> EXERCISE BRIEF: In the entries that follow, the first line to write out is the one containing "in full rather", and the last is the one containing "notes, diff, watch". Reproduce that stretch exactly, with nothing before or after it.

> PROVIDED DATA:
"""Files and standard input as one stream of record batches, with the format registry.

Inside: ``FORMATS`` (format name -> reader class; the CLI takes its choices from it),
:func:`format_of` (format from a file name), :func:`sniff_format` (format from the first
bytes of standard input), and :func:`open_sources`, which chains several inputs (and, in
follow mode, reads the last one on as it grows) or opens a broker source.

Every batch of a file carries its ``position`` (see :class:`ChainedSource`), from which
:meth:`ChainedSource.seek` resumes after a restart.

Gzip is recognised by its magic bytes (1f 8b, RFC 1952), whatever the file is called.
Files are checked for readability when the source is opened, so a typo fails at once;
they are then opened one at a time, when their turn comes.
"""

from __future__ import annotations

import gzip
import logging
import os
import select
import stat
import sys
import zlib
from typing import BinaryIO, Callable, Iterator

from stream.checks import require_int
from stream.errors import ConfigError, InputError, SchemaError

from .base import ColumnHints, RawBatch, Source
from .delimited import CsvReader, TsvReader
from .follow import (FileRestarted, FollowControl, GrowingFile, content_matches,
                     find_by_identity, identity)
from .jsonlines import JsonLinesReader
from .parquet import ParquetReader

log = logging.getLogger("sapwood.connectors")

FORMATS = {
    "csv": CsvReader,
    "tsv": TsvReader,
    "jsonl": JsonLinesReader,
    "parquet": ParquetReader,
}
"""Format name -> reader class. A reader takes (opener, origin, batch_rows) and lists
its file name ``extensions``; adding a format is one line here."""
_DELIMITED = ("csv", "tsv")

STDIN = "-"
_GZIP_MAGIC = b"\x1f\x8b"
_SNIFF_BYTES = 1 << 16


def _extensions() -> dict[str, str]:
    return {ext: name for name, reader in FORMATS.items() for ext in reader.extensions}


def format_of(path: str) -> str | None:
    """Format named by a file's extension (``.gz`` aside), or None."""
    name = path.lower()
    if name.endswith(".gz"):
        name = name[:-3]
    return _extensions().get(os.path.splitext(name)[1])


def sniff_format(head: bytes) -> str:
    """Guess the format of decompressed leading bytes.

    First non-blank byte ``{`` -> jsonl; else a tab in the first non-blank line -> tsv;
    else csv.
    """
    text = head.removeprefix(b"\xef\xbb\xbf").lstrip()  # a UTF-8 byte order mark first
    if text.startswith(b"{"):
        return "jsonl"
    if b"\t" in text.split(b"\n", 1)[0]:
        return "tsv"
    return "csv"


def input_error(origin: str, exc: BaseException) -> InputError:
    """InputError for an input that failed: "cannot read 'x.csv': No such file or directory"."""
    reason = getattr(exc, "strerror", None) or str(exc) or type(exc).__name__
    return InputError(f"cannot read {origin!r}: {reason}")


_READ_ERRORS = (OSError, EOFError, zlib.error)


# ---------------------------------------------------------------------------------------
# byte streams
# ---------------------------------------------------------------------------------------

class _Prefixed:
    """Bytes already read (for sniffing), then the rest of a stream."""

    def __init__(self, head: bytes, rest) -> None:
        self._head = head
        self._rest = rest
        self.live = getattr(rest, "live", False)

    def read(self, size: int = -1) -> bytes:
        if self._head:
            if size < 0:
                data, self._head = self._head + self._rest.read(), b""
                return data
            data, self._head = self._head[:size], self._head[size:]
            return data
        return self._rest.read(size)

    def close(self) -> None:
        self._rest.close()


_LINGER = 0.005
"""Seconds live standard input waits for more bytes before handing out a short read: a
fast producer then fills whole blocks (a pipe holds 64 KiB), a slow one waits 5 ms."""


class _LiveStdin:
    """Standard input that returns what has arrived instead of waiting for a full block.

    A producer writing a few records a second must not wait for megabytes to pile up.
    """

    live = True

    def __init__(self, raw) -> None:
        self._raw = raw
        self._fd = raw.fileno()

    def read(self, size: int = -1) -> bytes:
        if size < 0:
            return self._raw.read()
        data = self._raw.read1(size)
        parts, have = [data], len(data)
        while data and have < size and select.select([self._fd], [], [], _LINGER)[0]:
            data = self._raw.read1(size - have)
            parts.append(data)
            have += len(data)
        return b"".join(parts)

    def close(self) -> None:
        """Standard input belongs to the process; it is left open."""


class _KeepOpen:
    """A stream the caller owns: read it, never close it."""

    def __init__(self, raw) -> None:
        self._raw = raw

    def read(self, size: int = -1) -> bytes:
        return self._raw.read(size)

    def close(self) -> None:
        pass


def _live(raw) -> object:
    """Wrap standard input: live when it is a pipe, terminal or socket, not a file."""
    try:
        regular = stat.S_ISREG(os.fstat(raw.fileno()).st_mode)
        raw.read1
    except (AttributeError, OSError, ValueError):
        return _KeepOpen(raw)
    return _KeepOpen(raw) if regular else _LiveStdin(raw)


def _read_head(stream, size: int) -> bytes:
    """Read until a line break, EOF or ``size`` bytes (live input may come in pieces)."""
    parts, have = [], 0
    while have < size:
        data = stream.read(size - have)
        if not data:
            break
        parts.append(data)
        have += len(data)
        if b"\n" in data:
            break
    return b"".join(parts)


def _open_file(path: str) -> BinaryIO:
    raw = open(path, "rb")
    if raw.peek(2)[:2] == _GZIP_MAGIC:
        raw.close()
        return gzip.open(path, "rb")
    return raw


# ---------------------------------------------------------------------------------------
# inputs and the chained source
# ---------------------------------------------------------------------------------------

def _reader_position(position: dict | None) -> dict | None:
    """The part of a source position a reader resumes from."""
    if position is None:
        return None
    return {k: position[k] for k in ("offset", "line", "mark", "columns", "header_line")
            if k in position}


def _reader(fmt: str, names: list[str] | None, *args, hints: ColumnHints | None = None,
            **kwargs):
    """The reader of format ``fmt``; ``names`` (a header of the user's) and ``hints``
    for CSV and TSV."""
    if fmt in _DELIMITED:
        return FORMATS[fmt](*args, names=names, hints=hints, **kwargs)
    if names is not None:
        raise ConfigError(f"--header names the columns of CSV and TSV files; "
                          f"{args[1]!r} is read as {fmt}")
    return FORMATS[fmt](*args, **kwargs)


class _FileInput:
    """One named file, read to its end."""

    names: list[str] | None = None
    hints: ColumnHints | None = None

    def __init__(self, path: str, fmt: str) -> None:
        self.origin = path
        self._format = fmt

    def batches(self, index: int, batch_rows: int, resume: dict | None,
                check: Callable[[str, list[str]], None]) -> Iterator[RawBatch]:
        path = self.origin
        stream = _open_file(path)
        try:
            if resume is not None and not content_matches(
                    stream, int(resume["offset"]), bytes.fromhex(resume.get("mark", ""))):
                raise ConfigError(
                    f"{path!r} is not the file the checkpoint was taken from: it no longer "
                    f"holds the bytes read up to offset {int(resume['offset'])} (it was "
                    f"replaced or shortened); remove the checkpoint to learn it from the "
                    f"start")
            reader = _reader(self._format, self.names, lambda: stream, path, batch_rows,
                             resume=_reader_position(resume), hints=self.hints)
            if reader.columns is not None:
                check(path, reader.columns)
            fd = stream.fileno()
            for batch in reader.batches():
                st = os.fstat(fd)
                batch.position = {"input": index, "path": path, "device": st.st_dev,
                                  "inode": st.st_ino, "size": st.st_size, **batch.position}
                yield batch
        finally:
            stream.close()
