def exact_option() -> Callable:
    """A view's ``--exact``: thresholds in full rather than in the data's resolution."""
    return option("--exact", is_flag=True,
                  help="Print thresholds in full (by default they are cut to the decimals "
                       "the field's values carry, which selects the same records).")


def form_option(forms: tuple[str, ...], help: str, group: str | None = None) -> Callable:
    """``--form``: the form of what a command prints (with ``--format`` kept hidden for a
    release, under its old meaning)."""
    return stack(
        option("--form", "form", group=group, type=click.Choice(forms), default=None,
               help=help + f"  [default: {forms[0]}]"),
        renamed("--format", "--form", "form", type=click.Choice(forms)))


def input_options() -> Callable:
    """Where records come from and what their fields are."""
    return stack(
        option("--target", group=INPUT, required=True, help="Field to predict."),
        option("--task", group=INPUT, type=click.Choice(["classification", "regression"]),
               default=None,
               help="Predict a class or a number (default: from the target's values)."),
        option("--concern", group=INPUT, default=None, metavar="CLASS|high|low",
               help="The class of concern (the fault, alarm or reject class), which the "
                    "rules, notes, diff, watch and report lead with and whose precision, "
                    "recall and F1 the summary and metrics carry [the rarest class among "
                    "the first 1,000 labels]; for a numeric target high or low (the rules "
                    "predicting the highest, or lowest, values first)."),
        option("--by", "by", group=INPUT, default=None, metavar="FIELD",
               help="Learn one tree per value of FIELD (a line, site or asset "
                    "family): each output gets a folder per key, with keys.json listing "
                    "the keys."),
        option("--keys-in-memory", group=INPUT, type=int, default=1000, show_default=True,
               help="With --by: trees held in memory; the least recently seen are "
                    "saved to disk and reloaded when their key returns."),
        format_option(),
        option("--schema", "schema_path", group=INPUT, type=click.Path(dir_okay=False),
               help="Schema file (see `sapwood schema`); otherwise inferred."),
        option("--kind", "kinds", group=INPUT, multiple=True, metavar="FIELD=KIND",
               help="Declare one field's kind (numeric, category, id, time, ignore); "
                    "repeatable."),
        option("--batch-rows", group=INPUT, type=int, default=65536, show_default=True,
               help="Records read per batch (memory vs. call overhead; results are "
                    "equal)."),
        option("--header", "header", group=INPUT, metavar="NAME,NAME,...",
               help="Column names to use instead of the first line's (CSV, TSV), e.g. to "
                    "tell apart two columns the file names alike."),
        option("--category-cap", group=INPUT, type=int, default=DEFAULT_CATEGORY_CAP,
               show_default=True,
               help="Distinct values a category field keeps apart; later new values are "
                    "learned as one, '(other values)' (each value costs memory in every "
                    "leaf)."),
        option("--class-cap", group=INPUT, type=int, default=DEFAULT_CLASS_CAP,
               show_default=True,
               help="Classes the target may have; records with more go to the "
                    "quarantine."),
        option("--strict", group=INPUT, is_flag=True, help="Stop at the first bad record."),
        option("--quarantine", "quarantine_path", group=INPUT,
               type=click.Path(dir_okay=False),
               help="Where bad records go [sapwood-quarantine.jsonl]."),
    )


def output_options() -> Callable:
    """What a run writes besides the learner itself."""
    return stack(
        option("--summary", "summary_path", group=OUTPUTS, type=click.Path(dir_okay=False),
               help="Write the run's summary here (JSON)."),
        option("--save", "save_path", group=OUTPUTS, type=click.Path(dir_okay=False),
               help="Save the learner here at the end (to score with or inspect later)."),
        option("--snapshots", "snapshot_dir", group=OUTPUTS,
               type=click.Path(file_okay=False),
               help="Write rule snapshots (JSON and text) into this directory."),
        option("--snapshot-every", group=OUTPUTS, type=int, default=None,
               help="Records between snapshots [10000 with --snapshots]."),
        option("--snapshot-seconds", group=OUTPUTS, type=float, default=None,
               help="Also snapshot when this many seconds have passed."),
        option("--snapshot-history", group=OUTPUTS, is_flag=True,
               help="Keep a thinned history of old snapshots beyond --keep-snapshots."),
        option("--keep-snapshots", group=OUTPUTS, type=int, default=None,
               help="Keep only the newest this many snapshots."),
        option("--metrics", "metrics_path", group=OUTPUTS, type=click.Path(dir_okay=False),
               help="Write prequential metrics here (JSON lines) every --metrics-every "
                    "records."),
        option("--metrics-every", group=OUTPUTS, type=int, default=1000, show_default=True,
               help="Records between metric rows."),
        option("--window", group=OUTPUTS, type=int, default=1000, show_default=True,
               help="Records in the sliding window of the windowed metrics."),
        option("--predictions", "predictions_path", group=OUTPUTS,
               type=click.Path(dir_okay=False, allow_dash=True),
               help="Write each record's prediction here ('-' for stdout; .csv for CSV; "
                    "or an mqtt:// topic or redis:// stream)."),
        option("--alerts", "alerts_path", group=OUTPUTS, metavar="FILE|URL",
               help="Send an alert (a JSON object) when a rule predicting the class of "
                    "concern appears, goes or moves a threshold, or a confirmed change "
                    "happens above one: to a JSON-lines file, an mqtt:// topic, a redis:// "
                    "stream or an http(s):// URL (POST)."),
        option("--alert-every", group=OUTPUTS, type=int, default=10_000, show_default=True,
               help="Records between two comparisons of the rules for alerts."),
        option("--alert-move", group=OUTPUTS, type=float, default=0.1, show_default=True,
               help="A threshold move alerts when larger than this share of the range of "
                    "values seen for its field."),
        option("--events", "events_path", group=OUTPUTS, type=click.Path(dir_okay=False),
               help="Write drift events here (JSON lines: alarms, alternates started, "
                    "swapped in, dropped; with record, time and where in the tree)."),
    )
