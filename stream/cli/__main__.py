"""``python -m stream.cli``: the ``sapwood`` command."""

from .main import main

main()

> SOLUTION:
    """A view's ``--exact``: thresholds in full rather than in the data's resolution."""
    return option("--exact", is_flag=True,
                  help="Print thresholds in full (by default they are cut to the decimals "
                       "the field's values carry, which selects the same records).")


def form_option(forms: tuple[str, ...], help: str, group: str | None = None) -> Callable:
    """``--form``: the form of what a command prints (with ``--format`` kept hidden for a
    release, under its old meaning)."""
    return stack(
        option("--form", "form", group=group, type=click.Choice(forms), default=None,
               help=help + f"  [default: {forms[0]}]"),
        renamed("--format", "--form", "form", type=click.Choice(forms)))


def input_options() -> Callable:
    """Where records come from and what their fields are."""
    return stack(
        option("--target", group=INPUT, required=True, help="Field to predict."),
        option("--task", group=INPUT, type=click.Choice(["classification", "regression"]),
               default=None,
               help="Predict a class or a number (default: from the target's values)."),
        option("--concern", group=INPUT, default=None, metavar="CLASS|high|low",
               help="The class of concern (the fault, alarm or reject class), which the "
                    "rules, notes, diff, watch and report lead with and whose precision, "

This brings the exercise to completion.